Axesor Rating believes that thenew fiscal deficit situation will put upward pressure on Portugal' s already high level of public debt, which closed 2020 with a public debt of 133.6% of GDP (net debt of 123% of GDP), levels not seen since 2014. However, this situation is expected to begin to stabilise from 2021 onwards, which is expected to close at 127.2% of GDP. However, the rating also takes into account "the improvement in the debt profile", with an increase in the average maturity to 7.6 years, a reduction in the average cost of debt to 2.2% and mainly concentrated in debt emissions.
On the other hand, Axesor Rating's rating for Portugal has taken into account the "intense exercise in accounting sanitation" of the banks' balance sheets since the 2008 crisis.
At Axesor Rating, they emphasise that "we find a more capitalised banking sector, which is capitalised with higher asset quality and notable liquidity, although the problem of profitability continues to worsen". In fact, the Portuguese financial system closed the year with an ROA of 0.4%. It also warns of the impact of the likely increase in non-performing loans in 2021.

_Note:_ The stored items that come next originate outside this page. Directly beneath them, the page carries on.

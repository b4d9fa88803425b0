#!/usr/bin/env bash
# Set up on first use, then start Calorun: `./run.sh` opens the bundled demo project,
# `./run.sh FILE.json` opens a project, `./run.sh solve FILE.json` solves headless.
set -euo pipefail
cd "$(dirname "$0")"
scripts/setup.sh
exec .venv/bin/calorun "$@"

Adequate institutional framework
Portugal registers the best governance rankings in the European Union and shows an adequate institutional framework which is recognised by its top position in the World Bank' s transparency and monitoring and control rankings.

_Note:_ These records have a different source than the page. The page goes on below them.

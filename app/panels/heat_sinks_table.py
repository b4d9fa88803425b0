"""The Segment Card's heat sinks table: supports, valves, flanges, pumps, instruments on the segment.

Each row is one kind of item with its count and an optional label; its size is the catalogue's (an
equivalent length of the segment's insulated pipe at its bore, from published trace-heating
practice) or given: an equivalent length, a length of bare pipe, or a loss per kelvin of pipe-to-
surroundings difference. "Other" has no catalogue size and takes one of the three. Like the fittings
table, a row edit, an added or a removed row is one command through the card's edit path.
"""

from __future__ import annotations

from typing import Optional

from PySide6.QtWidgets import QGroupBox, QHeaderView, QLineEdit, QPushButton, QSpinBox, QTableWidget, QVBoxLayout

from app.panels.editing import EditorPanel, error_hint, hint, set_combo_data
from app.panels.layer_fitting_tables import MAX_TABLE_HEIGHT, ROW_HEIGHT, buttons_row, setup_table
from app.widgets.elided import ElidedComboBox
from solver.model import HEAT_SINK_KINDS

#: HeatSink.kind -> the words in the combo (order = the model's)
SINK_KINDS: dict[str, str] = dict(zip(HEAT_SINK_KINDS, (
    "Pipe support", "Valve", "Flanged pair", "Pump casing", "Instrument connection", "Other")))
assert len(SINK_KINDS) == len(HEAT_SINK_KINDS)  # a new kind in the model needs its words here

#: how a row's size is given -> (words, model key or None for the catalogue, quantity, a first value [SI])
SIZE_MODES: dict[str, tuple[str, Optional[str], str, float]] = {
    "catalogue": ("Catalogue", None, "length", 0.0),
    "equivalent": ("Equivalent length", "equivalent_length_m", "length", 1.0),
    "bare": ("Bare pipe length", "bare_length_m", "length", 0.3),  # words shortened in the combo: see below
    "conductance": ("Loss per kelvin", "loss_W_per_K", "conductance", 0.5),
}
_SIZE_KEYS = tuple(key for _w, key, _q, _v in SIZE_MODES.values() if key is not None)

COLUMN_WIDTHS = {1: 58, 3: 112, 4: 104}  # px: count, size given as, size with its unit

SINKS_HINT = ("Items that lose heat beyond the pipe. 'Catalogue' sizes them as metres of this segment's "
              "insulated pipe at its bore (published trace-heating practice); or give an equivalent length, "
              "a length of bare pipe or a loss per kelvin. Their loss is added when sizing the tracing.")


def size_mode(sink) -> str:
    """How ``sink`` gives its size (the first of the three keys it holds; the catalogue when none)."""
    for mode, (_w, key, _q, _v) in SIZE_MODES.items():
        if key is not None and getattr(sink, key) is not None:
            return mode
    return "catalogue"


class HeatSinksBox(QGroupBox):
    """Heat sinks of the selected segment: kind, count, label and size per row."""

    def __init__(self, editor: EditorPanel):
        super().__init__("Heat sinks")
        self.editor = editor
        self._shown_rows = -1
        self._row_modes: list[str] = []  # the size mode each row's size box was built for
        v = QVBoxLayout(self)
        v.setContentsMargins(8, 6, 8, 8)
        self.table = QTableWidget(0, 5)
        setup_table(self.table, ["Kind", "Count", "Label", "Size given as", "Size each"])
        hh = self.table.horizontalHeader()
        # kind and label share what the numbers leave (a column sized to its combo would take it all)
        for column, mode in ((0, QHeaderView.Stretch), (1, QHeaderView.Fixed), (2, QHeaderView.Stretch),
                             (3, QHeaderView.Fixed), (4, QHeaderView.Fixed)):
            hh.setSectionResizeMode(column, mode)
        for column, width in COLUMN_WIDTHS.items():
            self.table.setColumnWidth(column, width)
        self.table.horizontalHeaderItem(4).setToolTip("Per item; 'Catalogue' sizes the item from the bore")
        v.addWidget(self.table)
        self.add_btn = QPushButton("Add heat sink")
        self.remove_btn = QPushButton("Remove heat sink")
        self.add_btn.clicked.connect(lambda _checked=False: self.add_sink())
        self.remove_btn.clicked.connect(self.remove_sink)
        v.addLayout(buttons_row(self.add_btn, self.remove_btn))
        self.note = hint(SINKS_HINT)
        v.addWidget(self.note)
        self.error = error_hint()
        v.addWidget(self.error)

    # ------------------------------------------------------------------ model -> widgets

    def show_segment(self, seg) -> None:
        sinks = seg.heat_sinks
        if len(sinks) != self._shown_rows or self.table.rowCount() != len(sinks):
            self._rebuild_rows(len(sinks))
        for r, sink in enumerate(sinks):
            set_combo_data(self.table.cellWidget(r, 0), sink.kind, add_missing=True)
            spin: QSpinBox = self.table.cellWidget(r, 1)
            spin.blockSignals(True)
            spin.setValue(sink.count)
            spin.blockSignals(False)
            label: QLineEdit = self.table.cellWidget(r, 2)
            if not label.hasFocus() or label.text() == sink.label:
                label.setText(sink.label)
                label.setCursorPosition(0)  # the start of a long label, not its end
            mode = size_mode(sink)
            set_combo_data(self.table.cellWidget(r, 3), mode)
            if self._row_modes[r] != mode:
                self._size_cell(r, mode)
            key = SIZE_MODES[mode][1]
            self.table.cellWidget(r, 4).set_value(getattr(sink, key) if key else None)
        self.remove_btn.setEnabled(bool(sinks))
        self.error.hide()

    def _rebuild_rows(self, n: int) -> None:
        table = self.table
        table.setRowCount(n)
        self._row_modes = [""] * n
        for r in range(n):
            kind = ElidedComboBox()
            for key, text in SINK_KINDS.items():
                kind.addItem(text, key)
            kind.setMinimumContentsLength(6)
            kind.activated.connect(lambda _i, row=r, c=kind: self._on_kind(row, c.currentData()))
            table.setCellWidget(r, 0, kind)
            spin = QSpinBox()
            spin.setRange(1, 10_000)
            spin.setKeyboardTracking(False)
            spin.valueChanged.connect(lambda v, row=r: self._on_count(row, v))
            table.setCellWidget(r, 1, spin)
            label = QLineEdit()
            label.setPlaceholderText("label")
            label.setToolTip("Your name for the item(s), e.g. 'at the pump'")
            label.editingFinished.connect(lambda row=r, e=label: self._on_label(row, e.text().strip()))
            table.setCellWidget(r, 2, label)
            mode = ElidedComboBox()  # shortened with '…' in a narrow column, whole in the tooltip
            for key, (words, _k, _q, _v) in SIZE_MODES.items():
                mode.addItem(words, key)
            mode.activated.connect(lambda _i, row=r, c=mode: self._on_mode(row, c.currentData()))
            table.setCellWidget(r, 3, mode)
            self._size_cell(r, "catalogue")
        self.editor.forget_dead_edits()
        self._shown_rows = n
        table.setFixedHeight(min(MAX_TABLE_HEIGHT, table.horizontalHeader().sizeHint().height() + 4
                                 + ROW_HEIGHT * max(n, 1)))

    def _size_cell(self, row: int, mode: str) -> None:
        """The size box of a row, for the quantity its mode takes (rebuilt when the mode changes)."""
        _words, key, quantity, _first = SIZE_MODES[mode]
        path = f"heat_sinks.{row}.{key}" if key else None
        e = self.editor.quantity_edit(quantity, f"Heat sink {row + 1} {_words.lower()}", path,
                                      error_label=self.error, compact=True,
                                      allow_empty=key is None, empty_text="from the bore")
        e.setEnabled(key is not None)
        old = self.table.cellWidget(row, 4)
        if old is not None:
            old.hide()  # the table deletes it later; until then it must not show over the row
        self.table.setCellWidget(row, 4, e)
        self.editor.forget_dead_edits()
        self._row_modes[row] = mode

    # ------------------------------------------------------------------ widgets -> commands

    def _sinks(self) -> Optional[list]:
        seg = self.editor.doc.selected
        return None if seg is None or self.editor.loading else seg.heat_sinks

    def add_sink(self, kind: str = "pipe_support") -> None:
        seg = self.editor.doc.selected
        if seg is None:
            return
        if kind not in SINK_KINDS:
            kind = next(iter(SINK_KINDS))
        sinks = [s.model_dump() for s in seg.heat_sinks]
        new: dict = {"kind": kind, "count": 1}
        if kind == "other":  # no catalogue size: start from a metre of the segment's insulated pipe
            new["equivalent_length_m"] = SIZE_MODES["equivalent"][3]
        sinks.append(new)
        self.editor.set_fields({"heat_sinks": sinks}, text=f"Add heat sink to '{seg.name}'", error_label=self.error)

    def remove_sink(self) -> None:
        seg = self.editor.doc.selected
        if seg is None or not seg.heat_sinks:
            return
        row = self.table.currentRow()
        row = row if 0 <= row < len(seg.heat_sinks) else len(seg.heat_sinks) - 1
        sinks = [s.model_dump() for i, s in enumerate(seg.heat_sinks) if i != row]
        self.editor.set_fields({"heat_sinks": sinks}, text=f"Remove heat sink from '{seg.name}'",
                               error_label=self.error)

    def _on_kind(self, row: int, kind: str) -> None:
        sinks = self._sinks()
        if sinks is None or row >= len(sinks):
            return
        changes: dict = {f"heat_sinks.{row}.kind": kind}
        if kind == "other" and size_mode(sinks[row]) == "catalogue":  # 'other' has no catalogue size
            changes[f"heat_sinks.{row}.equivalent_length_m"] = SIZE_MODES["equivalent"][3]
        seg = self.editor.doc.selected
        self.editor.set_fields(changes, text=f"Set heat sink kind in '{seg.name}'", error_label=self.error)

    def _on_count(self, row: int, count: int) -> None:
        sinks = self._sinks()
        if sinks is None or row >= len(sinks):
            return
        if not self.editor.set_fields({f"heat_sinks.{row}.count": count}, error_label=self.error):
            self.show_segment(self.editor.doc.selected)

    def _on_label(self, row: int, text: str) -> None:
        sinks = self._sinks()
        if sinks is None or row >= len(sinks):
            return
        self.editor.set_fields({f"heat_sinks.{row}.label": text}, error_label=self.error)

    def _on_mode(self, row: int, mode: str) -> None:
        sinks = self._sinks()
        if sinks is None or row >= len(sinks) or mode == size_mode(sinks[row]):
            return
        changes: dict = {f"heat_sinks.{row}.{key}": None for key in _SIZE_KEYS}
        key, first = SIZE_MODES[mode][1], SIZE_MODES[mode][3]
        if key is not None:
            changes[f"heat_sinks.{row}.{key}"] = first
        seg = self.editor.doc.selected
        if not self.editor.set_fields(changes, text=f"Size heat sink {row + 1} of '{seg.name}' by "
                                                    f"{SIZE_MODES[mode][0].lower()}", error_label=self.error):
            set_combo_data(self.table.cellWidget(row, 3), size_mode(sinks[row]))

In addition, and despite the current minority government, the rating also positively assesses the mood for understanding and coordination between the different parties in the face of the new recovery understanding and coordination, which is reflected in the recent approval of the Additional Budgets for 2020 and the budget plan for 2021. However, the latest disagreements between the government and its informal partners in the Bloco de Izquierdas (left block), specially on financial and tax policy, could put pressure on the legislature that began in 2019 and delay the path of adopting structural measures that Portugal has been adopting since the start of the post-crisis recovery.
All in all, Axesor Rating considers membership of the European Union -which has presided over the first half of the year-, as the economy is favourable due to the use of a single currency, economic cooperation among the different member powers and access to aid in situations of imbalance such as the current economic crisis by the COVID-19.